Les huiles essentielles : un concentré de la plante ?

Vous avez sûrement déjà lu que les huiles essentielles sont « un concentré » de la plante, une « quintessence », un « totum »… Est-ce vraiment le cas ?

Grâce à la distillation ou l’expression, nous avons effectivement concentré l’ensemble des petites molécules odorantes insolubles dans l’eau… Ce qui représente seulement une petite partie de la plante. Difficile, donc, de considérer qu’une huile essentielle est un concentré de la plante ou un totum s’il en manque une partie.

Il y a bien d’autres substances dans le règne végétal, certaines ont aussi un intérêt physiologique. Citons par exemple les flavonoïdes du ginkgo, les mucilages de la guimauve, ou encore l’acide α-linolénique de l’huile de colza… Bien que ces plantes ne se distillent pas, elles sont des alliées précieuses pour notre bien-être. Selon l’effet recherché, la solution la plus adaptée ne se trouvera pas forcément dans l’aromathérapie.  

Prenons l’exemple du romarin à verbénone, auquel on attribue traditionnellement des propriétés de protecteur et détoxifiant hépatique. La recherche scientifique montre qu’en fait, cette propriété est plutôt liée à l’acide rosmarinique, une molécule absolument pas volatile mais plutôt retrouvée dans des extraits hydro-alcooliques. Pour profiter de cet effet, c’est donc vers un produit contenant de l’acide rosmarinique qu’il faudra se tourner, plutôt que vers l’huile essentielle de romarin.

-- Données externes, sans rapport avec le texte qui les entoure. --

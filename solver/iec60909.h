// SPDX-License-Identifier: Apache-2.0
/// @file
/// Factors and corrections of IEC 60909-0 as plain functions of declared data, for `currents = "IEC 60909"`.
///
/// Clause numbers are those of the 2001 edition, whose order the 2016 edition has changed, and from memory. Formulas
/// marked "from memory" were written without the standard at hand; where an independent check was made, it is named,
/// and tests/solver/iec60909.cpp repeats it.
#pragma once

#include <complex>
#include <vector>

#include "solver/results.h"

namespace sunder::solver::iec60909 {

// ------------------------------------------------------------------------------------------ voltage factor

/// Voltage factor c by nominal voltage and tolerance.
///
///     up to 1 kV, +6 %   1.05 / 0.95      up to 1 kV, +10 %   1.10 / 0.90      above 1 kV   1.10 / 1.00
///
/// @param nominal_volts  between lines [V], > 0
/// @param tolerance      of the low voltage upward: 0.06 or 0.10; anything above 0.08 counts as 0.10
/// Source: clause 2.3.1, table 1 (both tolerances of low voltage and the rows above 1 kV found in print; that 0.90 is
/// of the 2016 edition and 0.95 of the 2001 edition is from memory). c times the nominal voltage shall not exceed the
/// greatest voltage of the equipment: not examined here.
[[nodiscard]] double voltage_factor(double nominal_volts, double tolerance, Condition condition) noexcept;

// --------------------------------------------------------------------------------- impedances and corrections

/// A network feeder from its three-phase current:  ZQ = c UnQ / (sqrt3 I"kQ) / tr^2.
/// @param nominal_volts  UnQ [V]
/// @param amps           I"kQ, > 0 [A]
/// @param c              voltage factor of UnQ
/// @param ratio          rated ratio tr (high over low) of the transformer behind it, 1 for none
/// @param r_over_x       RQ/XQ; below 0: not known, then RQ = 0.1 XQ, XQ = 0.995 ZQ
/// @return               [ohm] on the low side of that transformer
/// Source: clause 3.2 (ZQ found in print; 0.995 and 0.1 from memory).
[[nodiscard]] std::complex<double> feeder(double nominal_volts, double amps, double c, double ratio = 1,
                                          double r_over_x = -1) noexcept;

/// Two-winding network transformer:  KT = 0.95 cmax / (1 + 0.6 xT).
/// Multiplies Z1, Z2 and Z0 (not the impedance between star point and earth), in the maximum.
/// @param c_max  of the nominal voltage on the low-voltage side
/// @param xt     XT / (UrT^2 / SrT) [1], 0..0.5
/// Source: clause 3.3.3, from memory; 0.97489, 0.97509 and 0.9588 recomputed of two networks of TR 60909-4.
[[nodiscard]] double transformer_factor(double c_max, double xt) noexcept;

/// Relative reactance of a transformer:  xT = sqrt(uk^2 - (Pk / SrT)^2), 0 where the losses exceed uk.
/// @param uk      [1]
/// @param losses  load losses Pk [W]
/// @param rating  SrT [VA], > 0
/// Source: clause 3.3.1 (definition).
[[nodiscard]] double transformer_reactance(double uk, double losses, double rating) noexcept;

/// Armature resistance for the peak and the d.c. component, over X"d:
///
///     0.05 above 1 kV and from 100 MVA, 0.07 above 1 kV and less, 0.15 up to 1 kV
///
/// It holds the decay of the a.c. part in the first half-cycle: not to be used for aperiodic components of other
/// kinds, nor for heating.
/// @param rated_volts  UrG [V];  @param rating  SrG [VA]
/// Source: clause 3.6.1, from memory.
[[nodiscard]] double fictitious_resistance(double rated_volts, double rating) noexcept;

/// A generator connected without a unit transformer:  KG = Un / (UrG (1 + pG)) * cmax / (1 + x"d sin phi).
/// Multiplies RG + j X"d (and the negative- and zero-sequence impedance, without the star-point impedance).
/// @param nominal_volts  Un of the network [V]
/// @param rated_volts    UrG [V], > 0
/// @param xd             x"d, relative to UrG^2 / SrG [1], > 0
/// @param power_factor   rated, 0..1
/// @param regulation     pG: how far the voltage stands above UrG for long times [1], 0 for not
/// Source: clause 3.6.1, from memory.
[[nodiscard]] double generator_factor(double nominal_volts, double rated_volts, double c_max, double xd,
                                      double power_factor, double regulation = 0) noexcept;

/// A generator with its unit transformer.
struct PowerStationUnit {
  double network_volts = 0;     ///< UnQ, nominal on the high side [V]
  double generator_volts = 0;   ///< UrG [V]
  double transformer_low = 0;   ///< UrTLV [V]
  double transformer_high = 0;  ///< UrTHV [V]
  double c_max = 1.1;           ///< of UnQ
  double xd = 0;                ///< x"d of the generator [1]
  double xt = 0;                ///< of the transformer, relative to its own rating [1]; with on-load taps only
  double power_factor = 0.8;    ///< rated, of the generator
  double regulation = 0;        ///< pG [1]; without on-load taps only
  double off_load_tap = 0;      ///< pT, signed [1]: -0.05 for the tap that gives the greater current; without ... only
};

/// With an on-load tap changer:  KS = UnQ^2/UrG^2 * UrTLV^2/UrTHV^2 * cmax / (1 + |x"d - xT| sin phi).
/// Multiplies tr^2 ZG + ZTHV, referred to the high side by the rated ratio.
/// Source: clause 3.7.1, from memory.
[[nodiscard]] double unit_factor_on_load(const PowerStationUnit& unit) noexcept;

/// Without:  KSO = UnQ / (UrG (1 + pG)) * UrTLV/UrTHV * (1 + pT) * cmax / (1 + x"d sin phi).
/// Source: clause 3.7.2, from memory.
[[nodiscard]] double unit_factor_fixed(const PowerStationUnit& unit) noexcept;

/// Resistance of a run at the end of the fault, for least currents:  RL = (1 + 0.004 (theta - 20)) RL20.
/// @param degc  conductor temperature at the end of the fault [degC]
/// @return      factor on RL20
/// Source: clause 2.5, from memory; alpha = 0.004/K holds for copper,
/// aluminium and aluminium alloy.
[[nodiscard]] double resistance_factor(double degc) noexcept;

// ------------------------------------------------------------------------------------------------ motors

/// An asynchronous motor, or a group of equal ones in one.
struct MotorData {
  double rated_volts = 0;  ///< UrM [V]
  double rated_amps = 0;   ///< IrM [A]
  double start = 5;        ///< ILR / IrM, > 0
  double r_over_x = 0.42;  ///< RM / XM
};

/// ZM = UrM / (sqrt3 (ILR/IrM) IrM), XM = ZM / sqrt(1 + (RM/XM)^2).
/// @return [ohm]
/// Source: clause 3.8.1 (found in print).
[[nodiscard]] std::complex<double> motor(const MotorData& motor) noexcept;

/// Rated current of a motor from its mechanical power:  IrM = PrM / (sqrt3 UrM eta cos phi).
[[nodiscard]] double motor_current(double watts, double volts, double power_factor, double efficiency) noexcept;

/// RM/XM where the maker says nothing: 0.10 above 1 kV from 1 MW a pole pair, 0.15 above 1 kV and less, 0.42 for
/// groups at low voltage with their cables.
/// Source: clause 3.8.1 (found in print).
[[nodiscard]] double motor_r_over_x(double rated_volts, double watts_per_pole_pair) noexcept;

/// Motors may be left out:  sum IrM <= 0.01 I"k, with I"k computed without motors.
/// Source: clause 3.8.2, from memory.
[[nodiscard]] bool motors_negligible(double sum_rated_amps, double fault_amps) noexcept;

/// Motors behind two-winding transformers may be left out:
///
///     sum PrM / sum SrT <= 0.8 / |c 100 sum SrT / (sqrt3 UnQ I"kQ) - 0.3|
///
/// @param watts          sum of the motors' rated powers [W]
/// @param rating         sum of the transformers' ratings SrT [VA], > 0
/// @param c              voltage factor of UnQ
/// @param nominal_volts  UnQ of the network that feeds the transformers [V]
/// @param amps           I"kQ there, without motors [A]
/// Not for three-winding transformers. Source: clause 3.8.2, from memory.
[[nodiscard]] bool motors_negligible_behind(double watts, double rating, double c, double nominal_volts,
                                            double amps) noexcept;

// ------------------------------------------------------------------------------------------- peak and d.c.

/// kappa = 1.02 + 0.98 e^(-3 R/X) of one branch, 1.02 .. 2.
/// Source: clause 4.3.1.1; within 0.53 % of the exact first peak for R/X 0.005 to 1.2.
[[nodiscard]] double kappa(std::complex<double> impedance) noexcept;

/// Method B for meshed networks:  1.15 kappa(R/X at the place), at most 1.8 up to 1 kV and 2.0 above; without 1.15
/// while R/X stays below 0.3 in every branch.
/// @param impedance           at the place of the fault [ohm]
/// @param every_branch_below  R/X < 0.3 in all branches that carry
/// Source: clause 4.3.1.2 b, from memory.
[[nodiscard]] double kappa_b(std::complex<double> impedance, double nominal_volts, bool every_branch_below) noexcept;

/// Equivalent frequency of method C:  fc = 0.4 f (20 Hz at 50 Hz, 24 Hz at 60 Hz). [Hz]
/// Source: clause 4.3.1.2 c, from memory.
[[nodiscard]] double equivalent_frequency(double frequency) noexcept;

/// Method C:  kappa with R/X = Rc/Xc * fc/f.
/// @param at_fc  impedance at the place with every reactance taken at fc [ohm]
/// Source: clause 4.3.1.2 c, from memory; 1.4472 and 1.4315 recomputed of the low-voltage network of TR 60909-4.
[[nodiscard]] double kappa_c(std::complex<double> at_fc) noexcept;

/// Peak:  ip = kappa sqrt2 I"k. [A]
[[nodiscard]] double peak(double kappa, double amps) noexcept;

/// D.c. component:  idc = sqrt2 I"k e^(-2 pi f t R/X). [A]
/// @param r_over_x  of a single path; in a meshed network by `dc_frequency_ratio`
/// Source: clause 4.4 (the decay of a series R and L).
[[nodiscard]] double dc_component(double amps, double frequency, double seconds, double r_over_x) noexcept;

/// fc/f for the d.c. component of meshed networks:  0.27 up to f t = 1, 0.15 to 2.5, 0.092 to 5, 0.055 to 12.5 and
/// (beyond the table) after. R/X is then Rc/Xc * fc/f with the impedance at fc.
/// Source: clause 4.4, from memory.
[[nodiscard]] double dc_frequency_ratio(double frequency, double seconds) noexcept;

// ------------------------------------------------------------------------------------- breaking and steady state

/// Decay of the contribution of a machine until the contacts part:
///
///     0.02 s  0.84 + 0.26 e^(-0.26 i)      0.05 s  0.71 + 0.51 e^(-0.30 i)
///     0.10 s  0.62 + 0.72 e^(-0.32 i)      0.25 s and more  0.56 + 0.94 e^(-0.38 i)
///
/// with i = I"kG / IrG (referred to the generator's side) or I"kM / IrM; 1 for i <= 2. Between the times linear,
/// below 0.02 s: 1.
/// @param ratio     i, >= 0
/// @param seconds   minimum time delay tmin
/// Holds for machines with rotating exciters, and with static ones while tmin < 0.25 s and the ceiling voltage is
/// below 1.6 times rated; else take 1.
/// Source: clause 4.5.2, equations from memory; at 0.1 s 0.796 and 0.724 recomputed of the motors of TR 60909-4.
[[nodiscard]] double mu(double ratio, double seconds) noexcept;

/// Further decay of asynchronous motors:
///
///     0.02 s  1.03 + 0.12 ln m    0.05 s  0.79 + 0.12 ln m    0.10 s  0.57 + 0.12 ln m    0.25 s  0.26 + 0.10 ln m
///
/// within 0 .. 1, m the rated power of a pole pair [MW]. Between the times linear, below 0.02 s: 1.
/// @param watts_per_pole_pair  > 0 [W]
/// Source: clause 4.5.2, equations from memory; at 0.1 s 0.680 and 0.570 recomputed of the motors of TR 60909-4.
[[nodiscard]] double q(double watts_per_pole_pair, double seconds) noexcept;

/// One machine's part of a three-phase fault in a meshed network.
struct MachinePart {
  std::complex<double> current;       ///< I"kG or I"kM in the fault as it flows at the machine [A]
  std::complex<double> voltage_drop;  ///< over its own (corrected) X"d or XM, line to neutral: j X I" [V]
  double decay = 1;                   ///< mu of a generator, mu q of a motor
};

/// Symmetrical breaking current in a meshed network:
///
///     Ib = | I"k - sum dU/(c Un/sqrt3) (1 - decay) I"machine |
///
/// I"k itself (no parts) is on the safe side. Not for less than 0.
/// @param total         I"k at the place [A]
/// @param driving_volts c Un / sqrt3 [V], > 0
/// Source: clause 4.5.2.4, equation from memory.
[[nodiscard]] double breaking_current(std::complex<double> total, double driving_volts,
                                      const std::vector<MachinePart>& parts) noexcept;

/// Greatest or least steady-state current of a generator:  Ik = multiple * IrG.
/// The curves of the standard for that multiple (lambda) are figures and are not reproduced: what the maker declares
/// as sustained short-circuit current is the only source.
/// @param rated_amps  IrG [A];  @param sustained  maker's multiple of IrG, NaN where not declared
/// @return            [A], kNone where not known
/// Source: clause 4.6.1.
[[nodiscard]] double steady_state(double rated_amps, double sustained) noexcept;

/// Steady-state current of a network fed by networks and motors only:  Ik = I"k without the motors (far from
/// generators Ik = Ib = I"k; a motor's own is 0 in a three-phase fault).
/// Source: clause 4.6, from memory; 14.74 kA beside 19.52 kA in the motor network of TR 60909-4.
[[nodiscard]] constexpr double steady_state_without_motors(double amps_without_motors) noexcept {
  return amps_without_motors;
}

// ------------------------------------------------------------------------------------------------- heating

/// Heat of the d.c. component:  m = (e^(4 f Tk ln(kappa - 1)) - 1) / (2 f Tk ln(kappa - 1)).
/// @param kappa  1 .. 2;  @param seconds  Tk, > 0
/// Source: clause 4.8; equals the integral of the squared d.c. component (2e-9 on 30 points).
[[nodiscard]] double heat_m(double kappa, double frequency, double seconds) noexcept;

/// Heat of the a.c. component that decays: the integral of
///
///     (I"k - I'k) e^(-10 t/T'd) + (I'k - Ik) e^(-t/T'd) + Ik,   squared, over I"k^2 Tk
///
/// with I'k/Ik = r / (0.88 + 0.17 r), T'd = 3.1 s / (I'k/Ik), r = I"k/Ik. 1 below r = 1.25 (on the safe side) and far
/// from generators.
/// @param ratio    r = I"k/Ik, >= 1
/// @param seconds  Tk, > 0
/// @return         0 .. 1
/// Source: clause 4.8 and annex A; the two relations from memory, the integral by calculus.
[[nodiscard]] double heat_n(double ratio, double seconds) noexcept;

/// Thermal equivalent current:  Ith = I"k sqrt(m + n). [A]
[[nodiscard]] double thermal_current(double amps, double m, double n) noexcept;

}  // namespace sunder::solver::iec60909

Les huiles essentielles : un outil de plus dans la phytothérapie

En conclusion, les huiles essentielles sont bien définies, mais pas par leur naturalité ou leur puissance comme on le lit souvent. Elles sont simplement définies par leur qualité odorante, leur origine et leur mode d’extraction. Il existe des normes (AFNOR, ISO, Pharmacopées) qui précisent la composition attendue pour les huiles essentielles les plus fréquentes. Il est utile de savoir si les producteurs d’huiles essentielles respectent ces normes. Encore une fois, c’est de la composition chimique de l’huile essentielle que dépendront ses propriétés physiologiques.

Cela explique aussi pourquoi on ne peut pas généraliser les propriétés d’un extrait à tous les extraits d’une même plante. C’est là toute la subtilité de la phytothérapie et de l’aromathérapie.